Stride just launched their proposal to become a consumer chain of the Cosmos Hub. If you watched our episode of check the chain a couple weeks ago you’ll remember Stride is the Liquid Staking chain that issues LSTs across Cosmos. This proposal will transition Stride from its own blockchain to become a consumer chain of the Hub instead. The proposal is as follows, with Stride sharing with the Hub:

  • 15% of liquid staking rewards

  • 15% of STRD inflationary staking rewards

  • 15% of MEV revenue

  • 15% of transaction fees

The proposal also includes the Hub putting up 450k ATOM ($5.3M) into an ATOM/stATOM Astroport liquidity pool on Neutron (the first tentative consumer chain) when it launches. This would be liquidity owned by the Hub and essentially sit there in perpetuity and collecting fees.

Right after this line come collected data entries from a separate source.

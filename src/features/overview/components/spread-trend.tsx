import { Area, ComposedChart, Line, Tooltip, XAxis, YAxis } from 'recharts';
import type { Spread, TrendSeason, TrendsResponse } from '@shared/schemas/trends';
import { axisProps, lineProps, tooltipStyle } from '@/components/ui/chart-frame';
import { colors } from '@/lib/theme';
import { formatNumber } from '@/lib/units';
import { ChartBox, chartFont, chartMargin, seasonTick, unitTick } from './chart-kit';
import { FigureLink, TrendFigure, TrendTable } from './trend-figure';

/**
 * A figure that spreads over the trees, season by season: the median as a line and the middle
 * half of the trees (first to third quartile) as a band.
 */
export function SpreadTrend({
  trends,
  title,
  sentence,
  spreadOf,
  convert,
  unit,
  digits,
  linkFor,
}: {
  trends: TrendsResponse;
  title: string;
  sentence: string;
  spreadOf: (i: TrendSeason) => Spread | null;
  /** From the stored unit to the one shown. */
  convert: (v: number) => number;
  unit: string;
  digits: number;
  /** The plan or list behind a season's figures. */
  linkFor: (i: TrendSeason) => string;
}) {
  const data = trends.items.map((i) => {
    const s = spreadOf(i);
    return {
      x: seasonTick(i),
      median: s ? convert(s.median) : null,
      band: s ? [convert(s.q1), convert(s.q3)] : null,
    };
  });
  const show = (v: number | undefined) =>
    v === undefined ? '—' : formatNumber(convert(v), digits);
  const cell = (pick: (s: Spread) => number) => (i: TrendSeason) => {
    const s = spreadOf(i);
    return s ? <FigureLink to={linkFor(i)}>{show(pick(s))}</FigureLink> : '—';
  };
  return (
    <TrendFigure
      title={title}
      sentence={sentence}
      chart={
        <ChartBox>
          <ComposedChart data={data} margin={chartMargin}>
            <XAxis dataKey="x" minTickGap={2} {...axisProps(chartFont)} />
            <YAxis width={52} tickFormatter={unitTick(unit)} {...axisProps(chartFont)} />
            <Tooltip
              contentStyle={tooltipStyle}
              formatter={(v, name) => [
                Array.isArray(v)
                  ? `${formatNumber(Number(v[0]), digits)}–${formatNumber(Number(v[1]), digits)} ${unit}`
                  : `${formatNumber(Number(v), digits)} ${unit}`,
                name === 'band' ? 'Middle half' : 'Median',
              ]}
            />
            <Area
              dataKey="band"
              stroke="none"
              fill={colors.frost}
              fillOpacity={1}
              isAnimationActive={false}
            />
            <Line dataKey="median" stroke={colors.sap} dot={{ r: 3 }} {...lineProps} />
          </ComposedChart>
        </ChartBox>
      }
      table={
        <TrendTable
          label={`${title} by season`}
          items={trends.items}
          columns={[
            { key: 'q1', header: `First quartile (${unit})`, cell: cell((s) => s.q1) },
            { key: 'median', header: `Median (${unit})`, cell: cell((s) => s.median) },
            { key: 'q3', header: `Third quartile (${unit})`, cell: cell((s) => s.q3) },
            {
              key: 'trees',
              header: 'Trees',
              cell: (i) => formatNumber(spreadOf(i)?.trees ?? 0),
            },
          ]}
        />
      }
    />
  );
}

This is a fairly synergistic deal for both. Stride gets better security and no longer needs to rely on the economic value of its own token ($154M STRD vs $3.5B ATOM) and the Hub gets revenue in perpetuity from the (currently) leading LST. Stride has LSTs from numerous Cosmos chains, so it is somewhat of a proxy on the overall ecosystem growth, giving the Hub an actual true tie to every other zone for the first time (a common critique).

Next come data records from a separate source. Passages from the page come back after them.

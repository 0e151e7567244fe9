import { diebackGroups, type TrendSeason, type TrendsResponse } from '@shared/schemas/trends';
import { paths } from '@/config/paths';
import { colors } from '@/lib/theme';
import { formatNumber } from '@/lib/units';
import { diebackSentence, percent } from '../lib/trend-words';
import { PercentStackChart, seasonTick } from './chart-kit';
import { FigureLink, TrendFigure, TrendTable } from './trend-figure';

const groupColours = [colors.moss, colors.advice.rest, colors.sap, colors.alert];

const inGroup = (i: TrendSeason, from: number, to: number) =>
  i.crownClasses.filter((c) => c.pct >= from && c.pct <= to).reduce((n, c) => n + c.trees, 0);

/**
 * Crown ratings of each season's round, in the 5 % classes they are given in (USFS Crown
 * Condition Rating Guide): the chart groups them by what they indicate, the table lists each.
 */
export function DiebackTrend({ trends }: { trends: TrendsResponse }) {
  const id = trends.sugarbushId;
  const rated = trends.items.filter((i) => i.crownRated > 0);
  const classes = [...new Set(rated.flatMap((i) => i.crownClasses.map((c) => c.pct)))].sort(
    (a, b) => a - b,
  );
  const data = rated.map((i) => ({
    x: seasonTick(i),
    ...Object.fromEntries(
      diebackGroups.map((g) => [g.key, (100 * inGroup(i, g.fromPct, g.toPct)) / i.crownRated]),
    ),
  }));
  return (
    <TrendFigure
      title="Crown dieback"
      sentence={diebackSentence(trends)}
      chart={
        <PercentStackChart
          data={data}
          stackId="crown"
          series={diebackGroups.map((g, n) => ({
            key: g.key,
            label: g.label,
            colour: groupColours[n],
          }))}
        />
      }
      table={
        <TrendTable
          label="Crown dieback classes by season"
          items={rated}
          columns={[
            ...classes.map((pct) => ({
              key: String(pct),
              header: `${pct} %`,
              cell: (i: TrendSeason) => {
                const n = i.crownClasses.find((c) => c.pct === pct)?.trees ?? 0;
                return n === 0 ? (
                  '0'
                ) : (
                  <FigureLink to={paths.trees.href(id, { dieback: pct, diebackSeason: i.season })}>
                    {formatNumber(n)}
                  </FigureLink>
                );
              },
            })),
            {
              key: 'over',
              header: 'Over 15 %',
              cell: (i) =>
                percent(
                  i.crownClasses.filter((c) => c.pct > 15).reduce((n, c) => n + c.trees, 0),
                  i.crownRated,
                  1,
                ),
            },
            { key: 'rated', header: 'Crowns rated', cell: (i) => formatNumber(i.crownRated) },
          ]}
        />
      }
    />
  );
}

Two small differences vs the standard replicated security is that Stride is allowing the bottom 5% of validators to opt-out if they desire (due to costs of validating the Stride chain not being economical for them), and they will still have staking rewards for STRD holders who delegate to “governors” of the protocol (all validating will be done by the Hub).

If approved, we have signs of the “ATOM economic zone” forming, with the Hub, Neutron and Stride. More will be joining later, hoping to build off of some of this momentum in the back half of the year.